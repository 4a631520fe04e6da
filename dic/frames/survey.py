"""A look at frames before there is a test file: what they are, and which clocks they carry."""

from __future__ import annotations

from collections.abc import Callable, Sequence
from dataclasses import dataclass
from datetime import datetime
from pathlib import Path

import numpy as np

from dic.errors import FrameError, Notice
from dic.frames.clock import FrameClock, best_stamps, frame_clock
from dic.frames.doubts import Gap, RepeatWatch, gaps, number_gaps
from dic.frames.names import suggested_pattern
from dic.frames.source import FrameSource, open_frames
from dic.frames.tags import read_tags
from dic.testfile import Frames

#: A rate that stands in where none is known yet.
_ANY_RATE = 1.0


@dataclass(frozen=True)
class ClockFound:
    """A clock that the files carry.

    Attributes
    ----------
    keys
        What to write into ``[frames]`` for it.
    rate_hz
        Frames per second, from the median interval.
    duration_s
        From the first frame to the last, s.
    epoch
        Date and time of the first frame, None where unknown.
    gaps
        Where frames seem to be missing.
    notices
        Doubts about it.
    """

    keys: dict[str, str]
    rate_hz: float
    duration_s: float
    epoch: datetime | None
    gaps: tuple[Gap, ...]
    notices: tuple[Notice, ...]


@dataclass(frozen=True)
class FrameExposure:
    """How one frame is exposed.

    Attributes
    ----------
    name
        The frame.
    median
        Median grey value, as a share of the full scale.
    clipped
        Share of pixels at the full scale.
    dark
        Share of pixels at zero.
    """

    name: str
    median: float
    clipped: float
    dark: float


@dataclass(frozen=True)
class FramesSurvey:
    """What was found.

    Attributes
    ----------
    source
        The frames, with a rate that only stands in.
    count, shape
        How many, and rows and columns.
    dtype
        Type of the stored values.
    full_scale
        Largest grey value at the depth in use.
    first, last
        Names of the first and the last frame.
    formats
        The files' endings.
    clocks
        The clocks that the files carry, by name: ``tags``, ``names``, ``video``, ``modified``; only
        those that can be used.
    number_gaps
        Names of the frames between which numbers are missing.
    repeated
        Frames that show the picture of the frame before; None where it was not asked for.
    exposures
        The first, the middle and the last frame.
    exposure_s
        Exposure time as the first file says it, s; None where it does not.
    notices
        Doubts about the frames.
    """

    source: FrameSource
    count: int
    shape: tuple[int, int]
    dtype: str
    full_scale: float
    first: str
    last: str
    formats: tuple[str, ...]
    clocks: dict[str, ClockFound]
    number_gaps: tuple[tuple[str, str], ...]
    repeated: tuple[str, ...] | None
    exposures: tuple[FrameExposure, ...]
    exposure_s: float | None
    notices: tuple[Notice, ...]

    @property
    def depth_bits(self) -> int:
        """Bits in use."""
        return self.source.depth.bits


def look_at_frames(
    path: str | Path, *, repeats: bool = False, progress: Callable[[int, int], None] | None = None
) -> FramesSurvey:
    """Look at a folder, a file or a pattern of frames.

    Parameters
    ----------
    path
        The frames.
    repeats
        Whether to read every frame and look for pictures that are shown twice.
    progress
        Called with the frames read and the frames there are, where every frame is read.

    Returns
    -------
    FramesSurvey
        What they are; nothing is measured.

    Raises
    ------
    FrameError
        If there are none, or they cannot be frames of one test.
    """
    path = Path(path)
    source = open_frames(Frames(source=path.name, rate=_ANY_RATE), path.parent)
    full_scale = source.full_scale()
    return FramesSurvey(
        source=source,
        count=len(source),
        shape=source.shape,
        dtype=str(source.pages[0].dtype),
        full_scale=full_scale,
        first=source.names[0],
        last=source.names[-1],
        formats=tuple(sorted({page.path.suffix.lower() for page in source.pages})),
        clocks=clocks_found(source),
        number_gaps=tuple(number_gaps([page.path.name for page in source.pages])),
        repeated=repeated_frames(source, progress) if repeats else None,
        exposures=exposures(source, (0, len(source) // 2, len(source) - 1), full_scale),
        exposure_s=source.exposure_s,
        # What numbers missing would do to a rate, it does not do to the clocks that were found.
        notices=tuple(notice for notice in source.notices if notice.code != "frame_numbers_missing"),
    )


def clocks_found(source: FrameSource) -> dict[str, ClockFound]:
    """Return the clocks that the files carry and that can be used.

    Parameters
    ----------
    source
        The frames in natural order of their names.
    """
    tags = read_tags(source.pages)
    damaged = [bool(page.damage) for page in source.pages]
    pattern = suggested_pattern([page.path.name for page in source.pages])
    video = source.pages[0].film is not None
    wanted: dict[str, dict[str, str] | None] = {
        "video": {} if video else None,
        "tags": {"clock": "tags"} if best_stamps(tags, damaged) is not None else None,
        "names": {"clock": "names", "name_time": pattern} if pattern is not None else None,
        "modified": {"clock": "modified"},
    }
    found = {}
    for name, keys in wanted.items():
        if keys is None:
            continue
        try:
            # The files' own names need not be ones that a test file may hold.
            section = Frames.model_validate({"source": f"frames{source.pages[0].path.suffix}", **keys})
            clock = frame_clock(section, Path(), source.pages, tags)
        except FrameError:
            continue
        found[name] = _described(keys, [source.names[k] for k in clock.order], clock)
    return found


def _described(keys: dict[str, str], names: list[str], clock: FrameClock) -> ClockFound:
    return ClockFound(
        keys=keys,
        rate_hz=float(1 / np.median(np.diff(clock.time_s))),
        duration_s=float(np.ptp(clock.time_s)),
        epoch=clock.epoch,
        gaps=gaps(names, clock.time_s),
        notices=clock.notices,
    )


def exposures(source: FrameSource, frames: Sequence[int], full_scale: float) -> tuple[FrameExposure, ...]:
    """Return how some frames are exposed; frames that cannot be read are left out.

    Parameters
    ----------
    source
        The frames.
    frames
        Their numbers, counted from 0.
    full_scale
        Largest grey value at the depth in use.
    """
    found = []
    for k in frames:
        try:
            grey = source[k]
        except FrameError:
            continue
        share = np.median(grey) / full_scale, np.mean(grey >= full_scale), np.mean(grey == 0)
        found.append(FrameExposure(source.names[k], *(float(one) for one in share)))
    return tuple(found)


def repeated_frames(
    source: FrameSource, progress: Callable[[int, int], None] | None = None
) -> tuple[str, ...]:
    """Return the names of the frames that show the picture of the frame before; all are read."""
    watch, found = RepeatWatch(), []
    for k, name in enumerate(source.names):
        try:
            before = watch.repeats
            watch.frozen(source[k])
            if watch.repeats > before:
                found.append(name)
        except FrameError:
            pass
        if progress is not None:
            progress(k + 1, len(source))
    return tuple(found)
━━━━━━
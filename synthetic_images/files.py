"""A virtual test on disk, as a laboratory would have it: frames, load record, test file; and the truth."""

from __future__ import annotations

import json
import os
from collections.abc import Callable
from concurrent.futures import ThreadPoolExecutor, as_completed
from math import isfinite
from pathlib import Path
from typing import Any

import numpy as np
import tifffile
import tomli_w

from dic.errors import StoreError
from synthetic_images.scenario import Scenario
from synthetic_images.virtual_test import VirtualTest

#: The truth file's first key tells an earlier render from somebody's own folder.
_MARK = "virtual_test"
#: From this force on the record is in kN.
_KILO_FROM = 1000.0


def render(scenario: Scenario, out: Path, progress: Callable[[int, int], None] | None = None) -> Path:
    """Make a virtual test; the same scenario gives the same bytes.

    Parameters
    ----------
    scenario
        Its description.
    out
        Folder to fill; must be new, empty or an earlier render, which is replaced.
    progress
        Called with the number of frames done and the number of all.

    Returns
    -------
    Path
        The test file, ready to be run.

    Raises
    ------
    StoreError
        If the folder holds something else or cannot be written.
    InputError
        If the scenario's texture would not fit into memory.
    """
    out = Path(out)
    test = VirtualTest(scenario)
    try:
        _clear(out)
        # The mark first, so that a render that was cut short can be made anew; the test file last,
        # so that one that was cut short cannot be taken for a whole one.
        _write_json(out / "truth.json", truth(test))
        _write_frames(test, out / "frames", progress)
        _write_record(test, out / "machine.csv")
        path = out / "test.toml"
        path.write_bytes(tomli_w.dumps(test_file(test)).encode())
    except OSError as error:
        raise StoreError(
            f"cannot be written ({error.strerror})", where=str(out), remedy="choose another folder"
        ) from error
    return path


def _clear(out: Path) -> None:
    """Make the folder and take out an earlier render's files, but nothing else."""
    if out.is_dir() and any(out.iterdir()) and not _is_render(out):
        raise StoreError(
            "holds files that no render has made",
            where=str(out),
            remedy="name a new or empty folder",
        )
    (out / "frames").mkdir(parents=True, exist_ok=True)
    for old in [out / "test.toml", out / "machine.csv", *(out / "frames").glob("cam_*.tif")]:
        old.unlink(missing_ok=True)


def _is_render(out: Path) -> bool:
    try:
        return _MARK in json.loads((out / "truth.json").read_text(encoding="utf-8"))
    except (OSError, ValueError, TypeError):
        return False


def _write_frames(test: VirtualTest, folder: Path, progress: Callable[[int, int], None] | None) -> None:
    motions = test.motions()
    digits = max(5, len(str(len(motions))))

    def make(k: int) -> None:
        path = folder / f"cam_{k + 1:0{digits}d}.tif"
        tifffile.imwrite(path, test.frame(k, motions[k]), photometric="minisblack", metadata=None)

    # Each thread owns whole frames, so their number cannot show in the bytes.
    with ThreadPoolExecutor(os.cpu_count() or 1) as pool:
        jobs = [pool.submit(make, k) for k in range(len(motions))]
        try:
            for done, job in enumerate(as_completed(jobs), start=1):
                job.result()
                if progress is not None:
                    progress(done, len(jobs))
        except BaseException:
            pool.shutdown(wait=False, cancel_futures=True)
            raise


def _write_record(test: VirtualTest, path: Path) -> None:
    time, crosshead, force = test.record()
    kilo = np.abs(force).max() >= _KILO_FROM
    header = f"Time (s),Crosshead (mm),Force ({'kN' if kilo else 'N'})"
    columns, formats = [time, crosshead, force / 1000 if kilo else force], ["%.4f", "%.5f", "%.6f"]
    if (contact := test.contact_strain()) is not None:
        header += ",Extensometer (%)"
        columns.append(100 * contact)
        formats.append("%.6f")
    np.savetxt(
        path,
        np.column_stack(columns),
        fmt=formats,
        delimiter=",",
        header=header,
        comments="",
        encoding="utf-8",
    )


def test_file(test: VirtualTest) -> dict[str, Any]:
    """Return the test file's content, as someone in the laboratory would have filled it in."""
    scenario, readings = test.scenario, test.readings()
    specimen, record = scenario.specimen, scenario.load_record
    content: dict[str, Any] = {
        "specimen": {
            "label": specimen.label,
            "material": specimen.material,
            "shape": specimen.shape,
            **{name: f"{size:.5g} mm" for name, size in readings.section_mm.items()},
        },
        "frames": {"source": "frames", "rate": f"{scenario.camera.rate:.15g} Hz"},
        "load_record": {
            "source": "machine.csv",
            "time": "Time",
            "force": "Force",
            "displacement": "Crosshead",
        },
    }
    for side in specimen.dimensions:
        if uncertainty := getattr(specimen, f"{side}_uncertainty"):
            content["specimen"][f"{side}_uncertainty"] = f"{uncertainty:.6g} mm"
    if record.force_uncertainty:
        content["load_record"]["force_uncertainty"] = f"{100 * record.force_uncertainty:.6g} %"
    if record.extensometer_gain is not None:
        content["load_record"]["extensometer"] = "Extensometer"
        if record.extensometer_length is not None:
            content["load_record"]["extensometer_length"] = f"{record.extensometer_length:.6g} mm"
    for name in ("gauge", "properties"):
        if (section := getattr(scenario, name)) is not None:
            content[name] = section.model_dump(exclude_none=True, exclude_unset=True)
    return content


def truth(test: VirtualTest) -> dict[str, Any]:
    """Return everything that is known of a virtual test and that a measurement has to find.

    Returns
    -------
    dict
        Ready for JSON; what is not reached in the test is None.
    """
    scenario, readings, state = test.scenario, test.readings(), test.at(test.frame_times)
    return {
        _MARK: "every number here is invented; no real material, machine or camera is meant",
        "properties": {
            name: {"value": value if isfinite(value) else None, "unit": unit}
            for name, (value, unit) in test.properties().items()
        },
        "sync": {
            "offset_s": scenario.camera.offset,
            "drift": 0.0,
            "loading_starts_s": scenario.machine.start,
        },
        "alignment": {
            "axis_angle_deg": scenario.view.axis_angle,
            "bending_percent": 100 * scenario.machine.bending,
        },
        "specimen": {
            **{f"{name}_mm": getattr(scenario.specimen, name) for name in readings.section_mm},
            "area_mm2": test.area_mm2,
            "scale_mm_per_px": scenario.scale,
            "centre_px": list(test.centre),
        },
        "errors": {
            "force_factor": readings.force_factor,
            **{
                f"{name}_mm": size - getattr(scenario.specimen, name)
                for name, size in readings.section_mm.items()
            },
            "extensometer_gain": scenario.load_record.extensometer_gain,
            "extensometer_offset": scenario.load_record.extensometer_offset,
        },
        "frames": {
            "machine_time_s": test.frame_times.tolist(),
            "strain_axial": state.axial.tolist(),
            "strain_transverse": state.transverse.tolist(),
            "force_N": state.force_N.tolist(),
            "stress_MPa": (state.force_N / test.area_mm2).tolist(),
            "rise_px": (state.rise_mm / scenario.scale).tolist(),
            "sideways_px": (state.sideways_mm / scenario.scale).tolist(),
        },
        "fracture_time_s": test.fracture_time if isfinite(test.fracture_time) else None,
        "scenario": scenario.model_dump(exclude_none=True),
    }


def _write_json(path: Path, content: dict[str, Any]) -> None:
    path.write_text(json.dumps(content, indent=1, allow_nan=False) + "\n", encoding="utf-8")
━━━━━━
- **What is needed**
Copy only this part of the entries above: the line with "old.unlink(missing_ok=True)", the line with "path = folder", and the lines between, all exactly as written.

- **Reply**
        old.unlink(missing_ok=True)


def _is_render(out: Path) -> bool:
    try:
        return _MARK in json.loads((out / "truth.json").read_text(encoding="utf-8"))
    except (OSError, ValueError, TypeError):
        return False


def _write_frames(test: VirtualTest, folder: Path, progress: Callable[[int, int], None] | None) -> None:
    motions = test.motions()
    digits = max(5, len(str(len(motions))))

    def make(k: int) -> None:
        path = folder / f"cam_{k + 1:0{digits}d}.tif"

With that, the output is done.